# Dubai visa on arrival



## James D (Jan 27, 2013)

HI I have been in Bahrain for about 3 months now as the business development manager for a leading IT supplier. I will be going to Dubai on the 1st of Feb on a business trip. I would like to know whether i am eligible for a visa on arrival? Please advice


----------



## Chocoholic (Oct 29, 2012)

If you have an Indian passport, I don't think so.


----------



## BedouGirl (Sep 15, 2011)

It depends on your visa job title. If it is 'senior' enough then yes,. Best to contact the UAE embassy in Bahrain to see if you are eligible.


----------



## BedouGirl (Sep 15, 2011)

I have just seen from another post that you are coming here for work. Your company's PRO should be able to look into this for you.


----------



## Roxtec Blue (Jan 14, 2013)

Do you have a Bahrain residence/and or work visa stamped in your passport + card? If so it should no issue unless the rules have change yet again in the last few weeks. Good luck.


----------



## James D (Jan 27, 2013)

BedouGirl said:


> I have just seen from another post that you are coming here for work. Your company's PRO should be able to look into this for you.

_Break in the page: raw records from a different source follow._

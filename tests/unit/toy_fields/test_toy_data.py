"""The shipped stores and record: whole, small, finite, with what a reader needs; and the same bytes from the same seed."""

from __future__ import annotations

import json
import subprocess
import sys
from pathlib import Path

import numpy as np
import pytest
import xarray as xr
from click.testing import CliRunner

from toy_fields.cases import CASES, case, changed
from toy_fields.cli import cli
from toy_fields.store import checksum_lines, round_values

STORES = ("convective", "langmuir", "shear")


@pytest.fixture(scope="module")
def data(repository: Path) -> Path:
    return repository / "toy_fields" / "data"


def files(folder: Path) -> list[Path]:
    return sorted(path for path in folder.rglob("*") if path.is_file())


def test_checksums(data: Path) -> None:
    names = [f"{name}.zarr" for name in STORES] + ["invented_mooring.nc"]
    assert (data / "checksums.txt").read_text().splitlines() == checksum_lines(data, names)


def test_sizes(data: Path) -> None:
    stores = [data / f"{name}.zarr" for name in STORES]
    assert sum(file.stat().st_size for store in stores for file in files(store)) <= 12e6
    assert all(len(files(store)) < 60 for store in stores)
    assert (data / "invented_mooring.nc").stat().st_size < 500e3


@pytest.mark.parametrize("name", STORES)
def test_stores_carry_what_a_reader_needs(data: Path, name: str) -> None:
    shipped = case(name)
    with xr.open_zarr(data / f"{name}.zarr", consolidated=False) as fields:
        assert fields.attrs["command"] == f"python -m toy_fields solve {name} --out toy_fields/data/{name}.zarr"
        assert fields.attrs["friction_velocity"] == shipped.forcing.friction_velocity.values[0]
        assert fields.attrs["seed"] == shipped.initial.seed
        assert tuple(fields["time"].values) == shipped.output_times
        assert "Invented" in fields.attrs["comment"]
        for variable in ("u", "v", "w", "theta", "nu_sgs"):
            values = fields[variable].values
            assert values.dtype == np.float32 and np.all(np.isfinite(values)) and values.std() > 0
            assert fields[variable].attrs["units"]
        assert np.all(fields["w"].values[:, [0, -1]] == 0)
    assert not json.loads((data / f"{name}.zarr" / "zarr.json").read_text()).get("consolidated_metadata")


def test_seeds_differ() -> None:
    assert len({shipped.initial.seed for shipped in CASES.values()}) == len(CASES)


def test_the_record_says_that_it_is_invented(data: Path) -> None:
    with xr.open_dataset(data / "invented_mooring.nc", mask_and_scale=False) as record:
        assert record.attrs["title"].startswith("INVENTED") and "Never use" in record.attrs["summary"]
        assert record.attrs["seed"] != case("langmuir").initial.seed
        flags = record["WCUR_QC"].values.squeeze()
        velocity = record["WCUR"].values.squeeze()
        # one gap, the shallow cells bad, a few spikes, most of it good
        assert 5 <= (flags == 9).all(axis=1).sum() <= 30
        assert np.all(np.isin(flags[:, record["DEPTH"].values < 3.0], (4, 9)))
        assert 0 < (flags == 3).mean() < 0.01 and (flags == 1).mean() > 0.75
        assert np.all((velocity == np.float32(99999.0)) == (flags == 9))


TINY = ["--nx", "12", "--ny", "12", "--nz", "24", "--output-times", "300,600"]


def solve(out: Path, *more: str) -> None:
    outcome = CliRunner().invoke(cli, ["solve", "langmuir", *TINY, "--out", str(out), *more], catch_exceptions=False)
    assert outcome.exit_code == 0, outcome.output


def test_same_seed_same_bytes_whatever_the_threads(tmp_path: Path) -> None:
    solve(tmp_path / "a" / "x.zarr", "--threads", "1")
    solve(tmp_path / "b" / "x.zarr", "--threads", "2")
    solve(tmp_path / "c" / "x.zarr", "--seed", "5")
    contents = {
        which: {str(f.relative_to(tmp_path / which)): f.read_bytes() for f in files(tmp_path / which) if f.name != "zarr.json"}
        for which in "abc"
    }
    assert len(contents["a"]) > 10
    assert contents["a"] == contents["b"]
    assert contents["a"] != contents["c"]


def test_the_record_is_the_same_twice(tmp_path: Path, monkeypatch: pytest.MonkeyPatch) -> None:
    # The file's command holds the path of the file: write to the same relative path from two folders.
    contents = []
    for which in ("a", "b"):
        (tmp_path / which).mkdir()
        monkeypatch.chdir(tmp_path / which)
        arguments = ["record", "convective", "--seed", "3", "--begin", "0", "--end", "120", "--out", "r.nc"]
        outcome = CliRunner().invoke(cli, arguments, catch_exceptions=False)
        assert outcome.exit_code == 0, outcome.output
        contents.append(Path("r.nc").read_bytes())
    assert contents[0] == contents[1]


def test_command_in_the_attributes_names_what_was_asked(tmp_path: Path) -> None:
    solve(tmp_path / "x.zarr", "--seed", "5", "--friction-velocity", "0:0.002,600:0.008", "--threads", "1")
    with xr.open_zarr(tmp_path / "x.zarr", consolidated=False) as fields:
        assert fields.attrs["command"] == (
            f"python -m toy_fields solve langmuir --out {tmp_path / 'x.zarr'} --seed 5 --nx 12 --ny 12 --nz 24 "
            "--friction-velocity 0:0.002,600:0.008 --output-times 300,600"
        )
        # a ramp is a variable over time, not an attribute
        assert fields["friction_velocity"].values == pytest.approx([0.005, 0.008])
        assert "friction_velocity" not in fields.attrs


def test_errors_are_one_paragraph_with_the_exit_code(repository: Path, tmp_path: Path) -> None:
    for arguments, words in (
        (["solve", "langmuir", "--nx", "13", "--out", "x.zarr"], "nx = 13 is odd"),
        (["solve", "langmuir", "--friction-velocity", "strong", "--out", "x.zarr"], "--friction-velocity"),
        (["record", "langmuir", "--seed", "11", "--out", "x.nc"], "needs another one"),
    ):
        outcome = subprocess.run(
            [sys.executable, "-c", "import sys; sys.path.insert(0, sys.argv.pop(1)); from toy_fields.cli import main; main()",
             str(repository), *arguments],
            capture_output=True, text=True, cwd=tmp_path, check=False,
        )
        assert outcome.returncode == 2
        assert words in outcome.stderr and "Traceback" not in outcome.stderr
        assert list(tmp_path.iterdir()) == []


def test_rounding_keeps_what_it_says() -> None:
    values = np.random.default_rng(0).normal(size=2000).astype(np.float32)
    rounded = round_values(values, 8)
    # half a unit in the last of 8 bits
    assert np.all(np.abs(rounded - values) <= np.abs(values) * 2.0**-8)
    assert np.all(rounded.view(np.uint32) & np.uint32((1 << 15) - 1) == 0)
    assert np.array_equal(round_values(rounded, 8), rounded)
    stepped = round_values(values, 23, 2.0**-6)
    assert np.all(np.abs(stepped - values) <= 2.0**-7)
    assert np.array_equal(stepped * 2**6, np.rint(stepped * 2**6))
    assert not np.any(np.signbit(round_values(np.float32([-0.0, -1e-9]), 23, 2.0**-6)))


def test_changes_reach_every_part() -> None:
    new = changed(case("shear"), {"nx": 32, "smagorinsky_constant": 0.2, "seed": 9, "gravity": 9.8, "courant": 0.3})
    assert (new.grid.nx, new.subgrid.smagorinsky_constant, new.initial.seed) == (32, 0.2, 9)
    assert (new.forcing.gravity, new.courant, new.grid.ny) == (9.8, 0.3, 64)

The Embassy in Bahrain says i should get on arrival subject to the immigration officers decision. But when i had checked with Emirates Airlines they said that since I've only completed only 3 months here i may not be eligible.


----------



## James D (Jan 27, 2013)

Roxtec Blue said:


> Do you have a Bahrain residence/and or work visa stamped in your passport + card? If so it should no issue unless the rules have change yet again in the last few weeks. Good luck.


I'm on a work visa and my designation is fine too, so i guess they should allow.


----------